For the HPRC Minigraph-Cactus graph published in https://doi.org/10.1038/s41586-023-05896-x, we have generated PanGenie-ready VCFs containing haplotype data from 44 human samples (88 haplotypes). VCFs were generated based on GRCh38 and CHM13. They are available at:
Dataset | PanGenie input VCF | Callset VCF |
---|---|---|
HPRC-GRCh38 (88 haplotypes) | graph-VCF | callset-VCF |
HPRC-CHM13 (88 haplotypes) | graph-VCF | callset-VCF |
For each VCF, there is two versions. A multi-allelic graph-VCF (second column) representing the pangenome graph that is to be used as input to PanGenie, and a bi-allelic callset-VCF (third column) describing all variant alleles contained in the bubbles of the pangenome graph. These VCFs follow the same format as described in section "Decomposing bubbles".
You can also generate your own PanGenie-ready VCFs from a Minigraph-Cactus graph. What you need in order to do so, is the raw VCFs produced using vg decompose
from the graph, as well as the GFA file of the graph itself. For the HPRC MC-graph, these VCFs are available from /~https://github.com/human-pangenomics/hpp_pangenome_resources/tree/main ("Raw VCF" in section "Minigraph-Cactus").
The pipeline provided here: /~https://github.com/eblerjana/genotyping-pipelines/tree/main/prepare-vcf-MC can then be used in order to produce a graph-VCF as well as the corresponding callset-VCF in the same format as explained in section "Using PanGenie-ready VCFs produced by HPRC" above.
For the HGSVC data published in https://www.science.org/doi/10.1126/science.abf7117, we have generated PanGenie-ready VCFs containing haplotype data from 32 human samples (64 haplotypes). VCFs were generated based on GRCh38.

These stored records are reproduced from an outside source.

import type { Impossible, TerritoryProblem } from './problem.ts';
import { listed } from './words.ts';

/** The answer when a measure has no usable value somewhere or nothing to share at all, else null. */
export function missingValues({ measures }: TerritoryProblem): Impossible | null {
	for (const { name, values } of measures) {
		const units: number[] = [];
		values.forEach((value, u) => {
			if (!(value >= 0 && value < Infinity)) units.push(u);
		});
		if (units.length > 0) return missing(units, `${name} has no value of 0 or more at `);
	}
	for (const { name, values, tolerance } of measures) {
		if (tolerance === null) continue;
		const total = values.reduce((sum, value) => sum + value, 0);
		if (total > 0 && total < Infinity) continue;
		const units = Array.from(values.keys());
		const why = total > 0 ? 'adds up to too large a number' : 'is 0';
		return missing(units, `${name} ${why}, so no territory has a target, over `);
	}
	return null;
}

function missing(units: number[], start: string): Impossible {
	return {
		status: 'impossible',
		reason: 'missing-value',
		message: `${start}${units.length} ${units.length === 1 ? 'unit' : 'units'}: ${listed(units)}.`,
		witness: { units, territories: [] },
		relief: [],
	};
}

Dataset | PanGenie input VCF | Callset VCF |
---|---|---|
HGSVC-GRCh38 (freeze3, 64 haplotypes) | graph-VCF | callset-VCF |
HGSVC-GRCh38 (freeze4, 64 haplotypes) | graph-VCF | callset-VCF |
For each VCF, there is two versions. A multi-allelic graph-VCF (second column) representing the pangenome graph that is to be used as input to PanGenie, and a bi-allelic callset-VCF (third column) describing all variant alleles contained in the bubbles of the pangenome graph. These VCFs follow the same format as described in section "Decomposing bubbles".